A productive system to support the organization and process structure It becomes the system of record for the business data entities and content involved. All processes are completely transparent, as per access authorization, and fully auditable. It enables non-technical business users in virtual organizations to seamlessly create/consolidate structured and unstructured processes from basic predefined business entities, content, social interactions, and business rules.
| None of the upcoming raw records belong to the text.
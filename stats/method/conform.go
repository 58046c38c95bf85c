package method

import (
	"errors"
	"math"

	"gonum.org/v1/gonum/mathext"
)

// Specification limits as mantissas. Where a decision must be exact on the
// decimals the user typed (is this reading below the LSL?), the caller
// converts every reading and both limits to int64 mantissas at one common
// scale (value = mantissa × 10^-scale, the same scale for all), so the
// comparison is an integer comparison. A nil limit means the specification
// has no limit on that side (a one-sided specification).
//
// A reading equal to a limit conforms: "below" is strictly less than the LSL,
// "above" is strictly greater than the USL (common practice: the limits
// belong to the specification).

// ErrSpecInsideOut is returned when the lower specification limit is above
// the upper one.
var ErrSpecInsideOut = errors.New("method: lower specification limit is above the upper one")

// ErrSpecNoLimit is returned when neither specification limit is given.
var ErrSpecNoLimit = errors.New("method: no specification limit given")

// ErrCapLevel is returned for a confidence level, coverage or probability
// outside the open interval (0, 1).
var ErrCapLevel = errors.New("method: level must lie strictly between 0 and 1")

// ErrCapTooFew is returned when there are too few readings for the method.
var ErrCapTooFew = errors.New("method: too few readings")

// ErrCapInput is returned for a NaN, infinite or negative input where a
// finite (or positive) one is needed.
var ErrCapInput = errors.New("method: input not finite or out of range")

// ConformInterval is the exact interval of Clopper and Pearson (1934) for a
// binomial proportion: K events in N trials.
type ConformInterval struct {
	K, N     int
	Fraction float64 // K / N
	Level    float64 // confidence level of Lower, Upper and UpperBound
	// Lower and Upper: two-sided interval at Level (each tail (1-Level)/2).
	Lower, Upper float64
	// UpperBound: one-sided upper bound at Level (the whole 1-Level in the
	// upper tail), the figure usually quoted for a fraction nonconforming.
	UpperBound float64
}

// ConformCI returns the exact binomial interval of Clopper and Pearson
// (1934, Biometrika 26:404-413) for k events in n trials at confidence level
// (0 < level < 1): the lower limit is the α/2 quantile of Beta(k, n-k+1)
// (0 when k = 0), the upper the 1-α/2 quantile of Beta(k+1, n-k) (1 when
// k = n); the one-sided upper bound uses α in place of α/2.
func ConformCI(k, n int, level float64) (ConformInterval, error) {
	if n < 1 || k < 0 || k > n {
		return ConformInterval{}, ErrCapTooFew
	}
	if !(level > 0 && level < 1) {
		return ConformInterval{}, ErrCapLevel
	}
	a := 1 - level
	r := ConformInterval{K: k, N: n, Fraction: float64(k) / float64(n), Level: level}
	kf, nf := float64(k), float64(n)
	if k == 0 {
		r.Lower = 0
	} else {
		r.Lower = mathext.InvRegIncBeta(kf, nf-kf+1, a/2)
	}
	if k == n {
		r.Upper, r.UpperBound = 1, 1
	} else {
		r.Upper = mathext.InvRegIncBeta(kf+1, nf-kf, 1-a/2)
		r.UpperBound = mathext.InvRegIncBeta(kf+1, nf-kf, 1-a)
	}
	return r, nil
}

// SpecPPM converts a fraction to parts per million.
func SpecPPM(fraction float64) float64 { return fraction * 1e6 }

// Conformance is the observed conformance of a batch to its specification:
// counts below the LSL, above the USL and outside either, each with its
// Clopper-Pearson (1934) interval. A side without a limit has K = 0 and the
// Has flag false.
type Conformance struct {
	N              int
	HasLSL, HasUSL bool
	Below          ConformInterval // readings < LSL
	Above          ConformInterval // readings > USL
	Outside        ConformInterval // Below + Above
}

// ConformanceCount counts the readings below the LSL and above the USL
// exactly, on int64 mantissas at one common scale (see the contract above:
// values, lsl and usl all share the scale; nil means no limit on that side),
// and returns the fractions with their exact binomial intervals (Clopper and
// Pearson 1934) at the confidence level. Errors: no readings, no limit, LSL
// above USL, level outside (0, 1).
func ConformanceCount(values []int64, lsl, usl *int64, level float64) (Conformance, error) {
	var c Conformance
	if len(values) == 0 {
		return c, ErrCapTooFew
	}
	if lsl == nil && usl == nil {
		return c, ErrSpecNoLimit
	}
	if lsl != nil && usl != nil && *lsl > *usl {
		return c, ErrSpecInsideOut
	}
	if !(level > 0 && level < 1) {
		return c, ErrCapLevel
	}
	var below, above int
	if lsl != nil {
		l := *lsl
		for _, v := range values {
			if v < l {
				below++
			}
		}
	}
	if usl != nil {
		u := *usl
		for _, v := range values {
			if v > u {
				above++
			}
		}
	}
	return capConformFrom(len(values), below, above, lsl != nil, usl != nil, level)
}

// ConformanceFromCounts is ConformanceCount for counts the caller has
// already made (for example on a sorted column by binary search).
func ConformanceFromCounts(n, below, above int, hasLSL, hasUSL bool, level float64) (Conformance, error) {
	if n < 1 || below < 0 || above < 0 || below+above > n {
		return Conformance{}, ErrCapTooFew
	}
	if !hasLSL && !hasUSL {
		return Conformance{}, ErrSpecNoLimit
	}
	if (!hasLSL && below > 0) || (!hasUSL && above > 0) {
		return Conformance{}, ErrCapInput
	}
	if !(level > 0 && level < 1) {
		return Conformance{}, ErrCapLevel
	}
	return capConformFrom(n, below, above, hasLSL, hasUSL, level)
}

func capConformFrom(n, below, above int, hasL, hasU bool, level float64) (Conformance, error) {
	c := Conformance{N: n, HasLSL: hasL, HasUSL: hasU}
	var err error
	if c.Below, err = ConformCI(below, n, level); err != nil {
		return Conformance{}, err
	}
	if c.Above, err = ConformCI(above, n, level); err != nil {
		return Conformance{}, err
	}
	if c.Outside, err = ConformCI(below+above, n, level); err != nil {
		return Conformance{}, err
	}
	return c, nil
}

// ExpectedFraction is the expected fraction outside the specification under
// a fitted distribution, per side and in total. A side without a limit has 0.
type ExpectedFraction struct {
	Below, Above, Total float64
}

// ExpectedOutsideNormal returns the expected fraction below the LSL and above
// the USL under a normal distribution with the given mean and sigma (the
// within-process or the overall sigma, as the caller chooses):
// Φ((LSL-μ)/σ) and Φ((μ-USL)/σ), computed by erfc so that tails down to
// 1e-300 keep their relative precision. A NaN limit means no limit on that
// side (one-sided specification). Errors: no limit, LSL above USL, a
// non-finite mean, sigma not positive and finite.
func ExpectedOutsideNormal(mean, sigma, lsl, usl float64) (ExpectedFraction, error) {
	var e ExpectedFraction
	if err := capCheckLimits(lsl, usl); err != nil {
		return e, err
	}
	if math.IsNaN(mean) || math.IsInf(mean, 0) || !(sigma > 0) || math.IsInf(sigma, 0) {
		return e, ErrCapInput
	}
	if !math.IsNaN(lsl) {
		e.Below = capNormCDF((lsl - mean) / sigma)
	}
	if !math.IsNaN(usl) {
		e.Above = capNormCDF((mean - usl) / sigma)
	}
	e.Total = e.Below + e.Above
	return e, nil
}

// capNormCDF is Φ(z) = erfc(-z/√2)/2.
func capNormCDF(z float64) float64 { return 0.5 * math.Erfc(-z/math.Sqrt2) }

// capCheckLimits checks limits given as floats with NaN for "no limit".
func capCheckLimits(lsl, usl float64) error {
	if math.IsNaN(lsl) && math.IsNaN(usl) {
		return ErrSpecNoLimit
	}
	if math.IsInf(lsl, 0) || math.IsInf(usl, 0) {
		return ErrCapInput
	}
	if !math.IsNaN(lsl) && !math.IsNaN(usl) && lsl > usl {
		return ErrSpecInsideOut
	}
	return nil
}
It moves the process knowledge gathering from the template analysis/modeling/ simulation phase into the process execution phase in the life cycle.  It collects actionable knowledge—without an intermediate analysis phase—based on process patterns created by business users.

One might also look at Slide 9 of the presentation that identifies 9 Major ACM Challenges.

Co-author of this article, John Matthias has also published articles in two books, Mastering the Unpredictable and Taming the Unpredictable on the Adaptive Case Management subject area that we have noted in the CTB here and here before.

Very generally, the point of ACM is that the systems should provide tools for differentiation and individualization to help their users to accomplish their work.  This is in addition to Business Process Management Systems (BPMS) and the traditional CCMS will  seeks to narrow the design functionality and create a control system and user behavior.